The study’s findings included:

  • Role of automotive marketplaces: In its analysis of both direct and indirect traffic, Dataium found that consumers who visited Cars.com were 70 percent more likely than those who had not visited the site to click on a map, review directions or look for business hours on dealership websites — key “walk-in indicators” reflecting purchase intent. Shoppers who visited Cars.com were also 10 times more likely to submit a lead on a dealership site and did so within 48 hours on average — four times faster than the eight days averaged by consumers who had not visited the auto marketplace’s website. Overall, Cars.com was in the browser profiles of users submitting 36 percent of the email form leads received via websites of Cars.com dealers — whether the shopper was referred to the dealership website directly from Cars.com or visited the dealership website in a separate session.

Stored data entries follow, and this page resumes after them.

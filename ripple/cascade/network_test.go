package cascade

import (
	"fmt"
	"testing"

	"kilovet/hv/quantity"
)

// solved is a ladder solved in time by an independent brute-force simulation
// (ideal sources, piecewise-linear diodes; computed, not published; relative
// uncertainty below 1e-7). Values are those of the periodic steady state.
type solved struct {
	name      string
	c         Cascade
	load      quantity.Current
	mean      float64
	maximum   float64
	minimum   float64
	first     float64 // amplitude at f
	second    float64 // amplitude at 2f
	input     float64 // W
	within    tolerances
	smoothing []float64
	coupling  []float64
	reverse   []float64
}

// tolerances are relative to the quantity's own drop or size.
type tolerances struct {
	drop   float64 // of mean, maximum and minimum
	ripple float64
	first  float64
	second float64
	each   float64 // of the drop across each capacitor and of the reverse voltage below its no-load value
}

// The tolerances are those of short but real pulses: about √(q/(C peak))/π of the
// ripple for one stage, half as much again for many; see the package comment.
var solvedInTime = []solved{
	{name: "1 stage, q/(C peak) 0.1", c: Cascade{Peak: 1000, Frequency: 50, ForwardDrop: 0.7, DiodeResistance: 10}.WithEqual(1, 50e-9), load: 0.25e-3,
		mean: 1855.24300673, maximum: 1898.72499516, minimum: 1808.69658075, first: 31.4657503819, second: 15.1946730201, input: 0.464182996523,
		within: tolerances{0.055, 0.115, 0.015, 0.05, 0.055}, smoothing: []float64{1855.24300673}, coupling: []float64{947.549570436}, reverse: []float64{1899.42750424, 1856.6620799}},
	{name: "2 stages, q/(C peak) 0.0004", c: Cascade{Peak: 5000, Frequency: 1000}.WithEqual(2, 10e-9), load: 20e-6,
		mean: 19984.0436048, maximum: 19987.0143535, minimum: 19981.0568865, first: 2.54715677949, second: 0.636314715345, input: 0.399831088989,
		within: tolerances{0.0035, 0.0075, 0.001, 0.001, 0.004}, smoothing: []float64{9994.01074345, 9990.03286132}, coupling: []float64{4997.99323914, 9992.01181269},
		reverse: []float64{9996, 9993, 9991, 9990}},
	{name: "2 stages, square", c: Cascade{Square: true, Peak: 1500, Frequency: 50e3, ForwardDrop: 3, SourceResistance: 100, DiodeResistance: 20}.WithEqual(2, 470e-12), load: 2e-3,
		mean: 5434.5123213, maximum: 5536.03047635, minimum: 5316.9684957, first: 95.6271825403, second: 21.1225562683, input: 12.000016271,
		within: tolerances{0.04, 0.03, 0.006, 0.04, 0.04}, smoothing: []float64{2775.67107761, 2658.84124369}, coupling: []float64{1417.00471513, 2710.67406429}},
	{name: "3 stages, q/(C peak) 0.004", c: Cascade{Peak: 5000, Frequency: 50e3, ForwardDrop: 10, DiodeResistance: 50}.WithEqual(3, 1e-9), load: 1e-3,
		mean: 29491.6736839, maximum: 29549.6201499, minimum: 29432.5977298, first: 57.1690005668, second: 9.39746576723, input: 29.5701259709,
		within: tolerances{0.055, 0.03, 0.003, 0.02, 0.1}, smoothing: []float64{9889.74596517, 9817.49270224, 9784.43501651}, coupling: []float64{4959.04997156, 9853.38089152, 9800.66892609},
		reverse: []float64{9929.6, 9884.0, 9847.4, 9821.1, 9804.5, 9798.3}},
	{name: "4 stages, first coupling capacitor doubled", c: doubledFirst(Cascade{Peak: 4000, Frequency: 20e3, ForwardDrop: 6, SourceResistance: 30, DiodeResistance: 40}.WithEqual(4, 2.2e-9)), load: 2e-3,
		mean: 30000.7270544, maximum: 30214.9515557, minimum: 29779.2325695, first: 229.016499493, second: 26.7856655879, input: 60.1898515141,
		within: tolerances{0.03, 0.045, 0.012, 0.085, 0.075}, smoothing: []float64{7805.69819521, 7542.36350133, 7368.17548872, 7284.48986915}, coupling: []float64{3945.03465192, 7671.09724065, 7453.03076341, 7325.05655664}},
	{name: "6 stages, 330 pF", c: Cascade{Peak: 2500, Frequency: 100e3, ForwardDrop: 5, SourceResistance: 50, DiodeResistance: 30}.WithEqual(6, 330e-12), load: 0.5e-3,
		mean: 27487.929391, maximum: 27639.6939248, minimum: 27332.0221166, first: 171.364898545, second: 13.052838364, input: 13.7872001901,
		within: tolerances{0.015, 0.035, 0.015, 0.11, 0.02}, smoothing: []float64{4854.02679564, 4704.76262636, 4585.52834218, 4496.50464572, 4437.77355959, 4409.33342155}},
	{name: "8 stages, light load", c: Cascade{Peak: 3000, Frequency: 60e3, ForwardDrop: 6, DiodeResistance: 50}.WithEqual(8, 1e-9), load: 0.3e-3,
		mean: 46101.2212358, maximum: 46188.9749953, minimum: 46012.1195552, first: 101.236972585, second: 6.07461268179, input: 13.8650653777,
		within: tolerances{0.045, 0.02, 0.007, 0.05, 0.065}, smoothing: []float64{5927.60937327, 5860.55090693, 5803.35403639, 5756.19226959, 5719.05774363, 5691.93658723, 5674.8201002, 5667.70021855}},
	{name: "10 stages, drop of 42 %", c: Cascade{Peak: 5000, Frequency: 25e3, ForwardDrop: 10, SourceResistance: 20, DiodeResistance: 40}.WithEqual(10, 4.7e-9), load: 7e-3,
		mean: 57899.566063, maximum: 59422.8463845, minimum: 56321.7064703, first: 1727.1395886, second: 42.3269762352, input: 408.565177692,
		within: tolerances{0.025, 0.06, 0.1, 1.3, 0}},
	{name: "12 stages, 50 Hz", c: Cascade{Peak: 5000, Frequency: 50, ForwardDrop: 10, SourceResistance: 500, DiodeResistance: 100}.WithEqual(12, 50e-9), load: 5e-6,
		mean: 117315.043537, maximum: 117392.132224, minimum: 117237.334187, first: 91.5065282325, second: 3.72650720118, input: 0.588724832325,
		within: tolerances{0.005, 0.008, 0.002, 0.03, 0}},
	{name: "symmetrical, 1 stage", c: Cascade{Symmetrical: true, Peak: 5000, Frequency: 50e3, ForwardDrop: 10, SourceResistance: 50, DiodeResistance: 50}.WithEqual(1, 1e-9), load: 10e-3,
		mean: 9832.3791202, maximum: 9876.54003655, minimum: 9785.87055952, second: 31.5374488438, input: 98.8280780267,
		within: tolerances{0.035, 0.105, 0.001, 0.01, 0.065}, smoothing: []float64{9832.3791202}, coupling: []float64{4936.59665956}},
	{name: "symmetrical, 2 stages, square", c: Cascade{Symmetrical: true, Square: true, Peak: 1500, Frequency: 50e3, ForwardDrop: 3, SourceResistance: 100, DiodeResistance: 20}.WithEqual(2, 470e-12),
		load: 5743.13240259 / 2e6, mean: 5743.13240259, maximum: 5776.20330697, minimum: 5712.46709543, second: 19.6578769318, input: 17.2294316565,
		within: tolerances{0.011, 0.045, 0.001, 0.012, 0.008}, smoothing: []float64{2886.75081855, 2856.38158404}, coupling: []float64{1443.37039348, 2878.75969384}},
}

func doubledFirst(c Cascade) Cascade {
	c.Coupling[0] *= 2
	return c
}

func TestAgainstLaddersSolvedInTime(t *testing.T) {
	for _, r := range solvedInTime {
		t.Run(r.name, func(t *testing.T) {
			s, err := r.c.Loaded(r.load)
			if err != nil {
				t.Fatal(err)
			}
			noLoad := float64(s.NoLoad)
			near(t, "drop of the mean", float64(s.Drop()), noLoad-r.mean, r.within.drop)
			near(t, "drop of the maximum", float64(s.DropOfMaximum()), noLoad-r.maximum, r.within.drop)
			near(t, "drop of the minimum", float64(s.DropOfMinimum()), noLoad-r.minimum, r.within.drop)
			near(t, "ripple", float64(s.Ripple.PeakToPeak()), r.maximum-r.minimum, r.within.ripple)
			near(t, "amplitude at f", float64(s.Ripple.Amplitude(1))+1e-9, r.first+1e-9, r.within.first)
			near(t, "amplitude at 2f", float64(s.Ripple.Amplitude(2)), r.second, r.within.second)
			power, err := r.c.InputPower(r.load)
			if err != nil {
				t.Fatal(err)
			}
			near(t, "input power", float64(power), r.input, 0.004+r.within.drop*(noLoad-r.mean)/r.mean)
			r.parts(t, s)
		})
	}
}

// parts compares what each capacitor and diode lacks of its voltage without load.
func (r solved) parts(t *testing.T, s State) {
	t.Helper()
	rung := float64(r.c.rung())
	for k, v := range r.smoothing {
		near(t, fmt.Sprintf("drop across smoothing capacitor %d", k+1), rung-float64(s.Smoothing[k].Mean), rung-v, r.within.each)
	}
	for k, v := range r.coupling {
		full := rung
		if k == 0 {
			full /= 2
		}
		near(t, fmt.Sprintf("drop across coupling capacitor %d", k+1), full-float64(s.Coupling[k].Mean), full-v, r.within.each)
	}
	for k, v := range r.reverse {
		full := float64(2*r.c.Peak - r.c.ForwardDrop)
		near(t, fmt.Sprintf("reverse voltage of diode %d", k+1), full-float64(s.DiodeReverse[k]), full-v, r.within.each)
	}
}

  • Inefficiencies in paid SEM spend: Despite an average of 55 percent of dealerships’ online advertising budgets being devoted to paid search engine marketing, just 6 percent of dealership website traffic on average is referred by paid search keywords. Furthermore, less than 1 percent of this traffic resulted in email form leads submitted on dealership websites.

  • Value of “upstream” media: Nearly 80 percent of direct referrals from search engines during the study were driven by keywords that were a variation on the dealership name, representing traffic a dealership would theoretically receive via high rankings in organic search results regardless of the level of paid SEM spend. In addition, this search activity suggests that these shoppers had been familiarized with the dealership prior to their visit to the search engine — by what Dataium calls “upstream” media in its report.